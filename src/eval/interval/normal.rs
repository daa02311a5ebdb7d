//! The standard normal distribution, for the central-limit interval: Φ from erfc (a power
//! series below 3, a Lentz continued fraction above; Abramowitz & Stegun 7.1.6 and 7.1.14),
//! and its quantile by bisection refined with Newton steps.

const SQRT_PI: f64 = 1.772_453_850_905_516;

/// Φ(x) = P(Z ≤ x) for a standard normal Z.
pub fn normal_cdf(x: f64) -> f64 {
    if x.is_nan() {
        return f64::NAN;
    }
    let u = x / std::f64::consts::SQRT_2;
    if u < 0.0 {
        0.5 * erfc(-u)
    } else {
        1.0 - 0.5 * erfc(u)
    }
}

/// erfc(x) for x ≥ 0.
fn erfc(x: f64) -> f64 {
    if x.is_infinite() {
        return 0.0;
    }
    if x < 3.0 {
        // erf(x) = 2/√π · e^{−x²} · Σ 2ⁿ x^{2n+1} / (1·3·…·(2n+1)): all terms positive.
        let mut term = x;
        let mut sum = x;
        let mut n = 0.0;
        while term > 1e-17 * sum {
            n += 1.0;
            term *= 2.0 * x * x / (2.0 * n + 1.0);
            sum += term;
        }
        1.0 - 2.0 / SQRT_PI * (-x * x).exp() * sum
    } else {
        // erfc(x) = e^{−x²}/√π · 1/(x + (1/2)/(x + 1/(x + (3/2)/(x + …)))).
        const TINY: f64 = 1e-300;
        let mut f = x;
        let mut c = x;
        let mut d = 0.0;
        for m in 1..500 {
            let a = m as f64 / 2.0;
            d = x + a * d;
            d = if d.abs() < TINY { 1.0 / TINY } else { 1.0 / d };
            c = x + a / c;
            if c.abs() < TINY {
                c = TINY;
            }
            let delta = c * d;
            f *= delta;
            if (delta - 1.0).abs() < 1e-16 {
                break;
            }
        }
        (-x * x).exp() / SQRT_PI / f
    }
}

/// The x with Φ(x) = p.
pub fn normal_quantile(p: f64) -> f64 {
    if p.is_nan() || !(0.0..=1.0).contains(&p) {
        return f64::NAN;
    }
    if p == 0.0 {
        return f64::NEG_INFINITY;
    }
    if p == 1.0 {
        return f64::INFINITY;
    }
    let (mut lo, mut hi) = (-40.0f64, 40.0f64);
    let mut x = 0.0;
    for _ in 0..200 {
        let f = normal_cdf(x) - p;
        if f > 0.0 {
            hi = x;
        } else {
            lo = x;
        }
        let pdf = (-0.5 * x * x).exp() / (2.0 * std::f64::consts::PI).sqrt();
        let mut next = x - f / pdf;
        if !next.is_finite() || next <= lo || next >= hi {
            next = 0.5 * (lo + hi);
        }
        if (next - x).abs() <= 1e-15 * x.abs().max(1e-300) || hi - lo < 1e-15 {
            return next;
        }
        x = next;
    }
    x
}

Work to be completed: What you write should match, character for character, the lines from the one with "if p.is_nan() ||" to the end of the data, both included.

Solution to this problem:
    if p.is_nan() || !(0.0..=1.0).contains(&p) {
        return f64::NAN;
    }
    if p == 0.0 {
        return f64::NEG_INFINITY;
    }
    if p == 1.0 {
        return f64::INFINITY;
    }
    let (mut lo, mut hi) = (-40.0f64, 40.0f64);
    let mut x = 0.0;
    for _ in 0..200 {
        let f = normal_cdf(x) - p;
        if f > 0.0 {
            hi = x;
        } else {
            lo = x;
        }
        let pdf = (-0.5 * x * x).exp() / (2.0 * std::f64::consts::PI).sqrt();
        let mut next = x - f / pdf;
        if !next.is_finite() || next <= lo || next >= hi {
            next = 0.5 * (lo + hi);
        }
        if (next - x).abs() <= 1e-15 * x.abs().max(1e-300) || hi - lo < 1e-15 {
            return next;
        }
        x = next;
    }
    x
}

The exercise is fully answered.